Oregon president Michael Schill, chairman of the Pac-12 CEO group, echoed the return of football is by no means going to make up the shortfall.
“The losses that our schools are encountering — particularly in our athletic department — are huge. The amount of money that will be paid as a result of going back to play is tiny in comparison to the losses,” Schill said.
At California, the athletic department forecast as much as a $55 million deficit this fiscal year and had mapped out steps to mitigate the losses while still supporting athletes — including hiring and merit-pay freezes; voluntary pay cuts for coaches and administrators, and other budget cuts.
“Now that sports are on track to resume, there will be some relief. I want to emphasize that while I’m certainly cognizant of the financial implications of returning to competition, they did not play a role in the decision,” Cal athletic director Jim Knowlton said. “We had a plan to meet our budget targets with a $50 (million) to $55 million loss, so any new revenue is going to help us offset any deficit. We must remain very careful with our expenses and be as conservative and efficient as possible this year.”
The most dramatic action was taken by Stanford, which is discontinuing 11 varsity sports programs at the end of the 2020-21 academic year, including men’s and women’s fencing, field hockey, lightweight rowing, men’s rowing, co-ed and women’s sailing, squash, synchronized swimming, men’s volleyball and wrestling. Stanford officials declined to comment for this story.
At Oregon State, the athletic department laid off almost two dozen employees in June because of the hit the school was taking without football. Those employees likely won’t be rehired, athletic director Scott Barnes said.
He said it’s possible television revenue will help, but it’s still uncertain how it will all shake out.
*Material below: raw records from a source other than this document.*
import adapter from '@sveltejs/adapter-node';
import { vitePreprocess } from '@sveltejs/vite-plugin-svelte';
import { mdsvex } from 'mdsvex';
import { highlightForMdsvex } from './src/lib/markdown/highlighter.js';

/** @type {import('@sveltejs/kit').Config} */
const config = {
	extensions: ['.svelte', '.md'],
	preprocess: [
		vitePreprocess(),
		// Help pages: code is highlighted here, at build time, with the instructions' own shiki set-up.
		mdsvex({ extensions: ['.md'], highlight: { highlighter: highlightForMdsvex } })
	],
	kit: {
		adapter: adapter(),
		// Nonces for SvelteKit's own inline bootstrap script; no 'unsafe-inline' for scripts anywhere.
		csp: {
			mode: 'auto',
			directives: {
				'default-src': ['self'],
				'script-src': ['self'],
				'style-src': ['self', 'unsafe-inline'],
				'img-src': ['self', 'data:', 'blob:'],
				'font-src': ['self'],
				'connect-src': ['self'],
				'object-src': ['none'],
				'base-uri': ['self'],
				'form-action': ['self'],
				'frame-ancestors': ['none']
			}
		},
		alias: { $content: 'content' }
	}
};

export default config;
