import { sveltekit } from '@sveltejs/kit/vite';
import tailwindcss from '@tailwindcss/vite';
import { defineConfig } from 'vitest/config';

export default defineConfig({
	plugins: [tailwindcss(), sveltekit()],
	server: { host: '127.0.0.1' },
	build: {
		// Small font slices would otherwise be inlined as data: URIs, which the CSP (font-src
		// 'self') rightly refuses; every font is served as its own file.
		assetsInlineLimit: (file: string) => (/\.(woff2?|ttf|otf)$/.test(file) ? false : undefined)
	},
	test: {
		projects: [
			{
				extends: true,
				test: {
					name: 'unit',
					include: ['src/**/*.spec.ts'],
					environment: 'node'
				}
			},
			{
				extends: true,
				test: {
					name: 'integration',
					include: ['tests/integration/**/*.test.ts'],
					environment: 'node',
					// One MariaDB shared by all files: run them one after another.
					fileParallelism: false,
					testTimeout: 30_000,
					hookTimeout: 60_000
				}
			},
			// Through the balancer of `npm test`'s cluster step, which sets CLUSTER_INSTANCES.
			...(process.env.CLUSTER_INSTANCES
				? [
						{
							extends: true as const,
							test: {
								name: 'cluster',
								include: ['tests/cluster/**/*.test.ts'],
								environment: 'node',
								fileParallelism: false,
								testTimeout: 90_000,
								hookTimeout: 60_000
							}
						}
					]
				: [])
		]
	}
});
“I’ll tell you this, that as it relates to television, we’re close to being able to max out with the games we’re playing — not quite there, but very close to the max for the ESPN/Fox dollars based on the schedule that we’re looking at,” Barnes said. “Obviously, there’s all sorts of revenue gaps because we’re not going to have fans, we’re not going to have concessions, parking, donations. All that (said), I haven’t put a pencil to it.”